[The data Boundary: Start]

package report

import (
	"fmt"
	"math"
	"time"

	"gaitrig/record"
)

// This file makes SYNTHETIC run data for the report tests. It is not the
// output of the plant: it is a kinematic compass gait with rolling arc feet
// (stance leg turning at a constant rate, the swing leg on a cosine
// profile), with the ground force of a point mass at the hip plus a short
// heel-strike transient. The numbers are physically plausible (a 20 kg
// walker, 0.9 m legs, foot radius 0.3 of the leg, about 0.7 m/s) so the
// plots look like a real run, but they test the report, not any physics.

// synthOpts sets up a synthetic run.
type synthOpts struct {
	durationS float64 // simulated length of the run
	hz        float64 // tick rate
	patchMu   float64 // μ_s of the low-friction patch from 2.4 m to 3.6 m
	withTorso bool    // draw a torso in the poses
}

type synthRun struct {
	m      record.Manifest
	ticks  []record.Tick
	steps  []record.Step
	events []record.Event
	sum    record.Summary
}

const (
	synthLeg    = 0.9   // leg length, m
	synthRadius = 0.27  // foot radius, m (0.3 of the leg)
	synthMass   = 20.0  // total mass, lumped at the hip for the force, kg
	synthG      = 9.81  // gravity, m/s²
	synthPeriod = 0.55  // step period, s
	synthAlpha  = 0.22  // half the inter-leg angle at heel strike, rad
	synthMuS    = 0.6   // μ_s away from the patch
	synthPatch0 = 2.4   // patch start, m
	synthPatch1 = 3.6   // patch end, m
	synthSlope2 = -0.03 // slope of the last segment, rad (gentle downhill)
)

func makeSynthRun(o synthOpts) synthRun {
	r := synthRun{}
	pl := &record.Plant{
		HipMassKG:   synthMass,
		GravityMPS2: synthG,
		Legs:        [2]record.Leg{{LengthM: synthLeg, FootRadiusM: synthRadius}, {LengthM: synthLeg, FootRadiusM: synthRadius}},
		Terrain: record.Terrain{Segments: []record.TerrainSegment{
			{LengthM: synthPatch0, SlopeRad: 0, MuStatic: synthMuS, MuKinetic: 0.5},
			{LengthM: synthPatch1 - synthPatch0, SlopeRad: 0, MuStatic: o.patchMu, MuKinetic: o.patchMu * 0.8},
			{LengthM: 200, SlopeRad: synthSlope2, MuStatic: synthMuS, MuKinetic: 0.5},
		}},
	}
	if o.withTorso {
		pl.Torso = &record.Torso{MassKG: 8, COMM: 0.3, InertiaKGM2: 0.5}
	}
	r.m = record.Manifest{
		Scenario:     "synthetic-level-walk",
		ScenarioFile: "synthetic (made by the report tests)",
		ScenarioText: "synthetic: no scenario file\n",
		ScenarioHash: "0f3c1e9a5b7d2468ace013579bdf2468ace013579bdf2468ace013579bdf2468",
		Plant:        pl,
		Greeting:     record.Greeting{Name: "synthetic-fw", Build: "test-1", Protocol: 1, Actuators: 1},
		ToolVersion:  "test",
		Seed:         7,
		Clock:        "lockstep",
		TickHz:       o.hz,
		Link:         "none (synthetic data)",
		Host:         "test",
		StartTime:    time.Date(2026, 12, 1, 12, 0, 0, 0, time.UTC),
		NumQ:         4,
		JointNames:   []string{"hip"},
		FootModes:    []string{"free", "rolling", "sliding"},
	}
	if o.withTorso {
		r.m.NumQ = 5
	}
	theta := [2]float64{synthAlpha, -synthAlpha}
	mu := func(x float64) float64 {
		if x >= synthPatch0 && x < synthPatch1 {
			return o.patchMu
		}
		return synthMuS
	}
	w := -2 * synthAlpha / synthPeriod // stance angular rate, rad/s
	stance := 0
	contact := 0.0 // x of the stance contact at the start of the step
	stepStart := 0.0
	n := int(math.Round(o.durationS * o.hz))
	r.ticks = make([]record.Tick, n)
	var peakU, minN, posW, negW float64
	resetStep := func() { peakU, minN, posW, negW = 0, math.Inf(1), 0, 0 }
	resetStep()
	alarmed := false
	r.events = append(r.events, record.Event{Tick: 0, T: 0, Kind: "firmware_greeting", Severity: record.Info, Message: "firmware said hello", Segment: record.NoSegment})
	alarms := map[string]int{}
	var lastHip [2]float64
	for i := 0; i < n; i++ {
		t := float64(i) / o.hz
		tau := t - stepStart
		if tau >= synthPeriod {
			// Heel strike: the swing foot lands, the legs swap roles.
			ths := synthAlpha - 2*synthAlpha // stance angle at the strike
			cx := contact + synthRadius*(synthAlpha-ths)
			hipX := cx - (synthLeg-synthRadius)*math.Sin(ths)
			hipY := synthRadius + (synthLeg-synthRadius)*math.Cos(ths)
			newContact := hipX + (synthLeg-synthRadius)*math.Sin(synthAlpha)
			vy := -(synthLeg - synthRadius) * math.Sin(ths) * w
			length := newContact - contact
			pose := record.Pose{Hip: [2]float64{hipX, hipY}}
			pose.Feet[stance] = [2]float64{cx, 0}
			pose.Feet[1-stance] = [2]float64{newContact, 0}
			if o.withTorso {
				pose.HasTorso = true
				pose.TorsoTop = [2]float64{hipX - 0.05, hipY + 0.5}
			}
			r.steps = append(r.steps, record.Step{
				Index: len(r.steps) + 1, Stance: stance, StartS: stepStart, EndS: stepStart + synthPeriod,
				DurationS: synthPeriod, LengthM: length, SpeedMPS: length / synthPeriod,
				PeakUtilization: peakU, MinNormalN: minN, ImpactLossJ: 0.5 * synthMass * vy * vy,
				PosWorkJ: posW, NegWorkJ: negW, CostOfTransport: posW / (synthMass * synthG * length),
				CoPTravelM: synthRadius * 2 * synthAlpha, Pose: pose,
			})
			stance = 1 - stance
			contact = newContact
			stepStart += synthPeriod
			tau = t - stepStart
			resetStep()
			alarmed = false
		}
		ths := synthAlpha + w*tau
		thw := -synthAlpha + synthAlpha*(1-math.Cos(math.Pi*tau/synthPeriod))
		thwDot := synthAlpha * math.Pi / synthPeriod * math.Sin(math.Pi*tau/synthPeriod)
		theta[stance], theta[1-stance] = ths, thw
		cx := contact + synthRadius*(synthAlpha-ths)
		hipX := cx - (synthLeg-synthRadius)*math.Sin(ths)
		hipY := synthRadius + (synthLeg-synthRadius)*math.Cos(ths)
		vx := -synthRadius*w - (synthLeg-synthRadius)*math.Cos(ths)*w
		vy := -(synthLeg - synthRadius) * math.Sin(ths) * w
		ax := (synthLeg - synthRadius) * math.Sin(ths) * w * w
		ay := -(synthLeg - synthRadius) * math.Cos(ths) * w * w
		// Heel-strike transient: a braking push and an extra load that
		// decay in 30 ms.
		k := math.Exp(-tau / 0.03)
		normal := synthMass*(synthG+ay) + 150*k
		tang := synthMass*ax - 60*k
		muHere := mu(cx)
		util := math.Abs(tang) / (muHere * normal)
		var tick record.Tick
		tick.Index = int64(i)
		tick.T = t
		tick.WallS = t
		tick.Q = [record.MaxQ]float64{hipX, hipY, theta[0], theta[1]}
		if o.withTorso {
			tick.Q[4] = -0.1 + 0.03*math.Sin(2*math.Pi*tau/synthPeriod) // a gentle forward lean that rocks with the step
		}
		rates := [2]float64{}
		rates[stance], rates[1-stance] = w, thwDot
		tick.V = [record.MaxQ]float64{vx, vy, rates[0], rates[1]}
		tick.Angle[0] = theta[1] - theta[0]
		tick.Rate[0] = rates[1] - rates[0]
		torque := 1.5 * math.Sin(2*math.Pi*tau/synthPeriod)
		if stance == 1 {
			torque = -torque
		}
		tick.Commanded[0], tick.Applied[0] = torque, torque
		tick.Feet[stance] = record.Foot{Mode: 1, NormalN: normal, TangentialN: tang, Utilization: util, CoP: synthRadius * (synthAlpha - ths), ContactX: cx}
		tick.Feet[1-stance] = record.Foot{Mode: 0, ContactX: math.NaN()}
		tick.Kinetic = 0.5 * synthMass * (vx*vx + vy*vy)
		tick.Potential = synthMass * synthG * hipY
		tick.LatencyUS = math.NaN()
		tick.Fresh = true
		tick.Stance = stance
		r.ticks[i] = tick
		pw := torque * tick.Rate[0] / o.hz
		if pw > 0 {
			posW += pw
		} else {
			negW += pw
		}
		peakU = math.Max(peakU, util)
		minN = math.Min(minN, normal)
		if util > 1 && !alarmed {
			alarmed = true
			kind := "slip"
			alarms[kind]++
			r.events = append(r.events, record.Event{
				Tick: int64(i), T: t, Kind: kind, Severity: record.Warn, Foot: footNames[stance],
				Segment: 1, Message: fmt.Sprintf("%s foot needs %.2f of the static friction limit", footNames[stance], util),
				Values: map[string]float64{"utilization": util, "limit": 1},
			})
		}
		lastHip = [2]float64{hipX, hipY}
	}
	peak, least := 0.0, math.Inf(1)
	for _, s := range r.steps {
		peak = math.Max(peak, s.PeakUtilization)
		least = math.Min(least, s.MinNormalN)
	}
	outcome := record.Pass
	crit := []record.Criterion{
		{Name: "min_steps", Pass: len(r.steps) >= 5, Value: float64(len(r.steps)), Limit: 5},
		{Name: "max_friction_utilization", Pass: peak <= 0.9, Value: peak, Limit: 0.9},
		{Name: "min_normal_force_n", Pass: least >= 20, Value: least, Limit: 20},
	}
	for _, c := range crit {
		if !c.Pass {
			outcome = record.Fail
		}
	}
	r.sum = record.Summary{
		Outcome: outcome, Steps: len(r.steps), Ticks: int64(n), SimTimeS: float64(n) / o.hz, WallTimeS: float64(n) / o.hz,
		Alarms: alarms, PeakFrictionUtilization: peak, MinNormalForceN: least,
		MeanSpeedMPS: lastHip[0] / (float64(n) / o.hz), Criteria: crit, Caution: record.Caution, ToolVersion: "test",
	}
	return r
}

[The data Boundary: End]

* Task prompt *
Quote exactly the first line of the data and every line after it through the one holding "durationS float64 //".

* Answer to this exercise *
package report

import (
	"fmt"
	"math"
	"time"

	"gaitrig/record"
)

// This file makes SYNTHETIC run data for the report tests. It is not the
// output of the plant: it is a kinematic compass gait with rolling arc feet
// (stance leg turning at a constant rate, the swing leg on a cosine
// profile), with the ground force of a point mass at the hip plus a short
// heel-strike transient. The numbers are physically plausible (a 20 kg
// walker, 0.9 m legs, foot radius 0.3 of the leg, about 0.7 m/s) so the
// plots look like a real run, but they test the report, not any physics.

// synthOpts sets up a synthetic run.
type synthOpts struct {
	durationS float64 // simulated length of the run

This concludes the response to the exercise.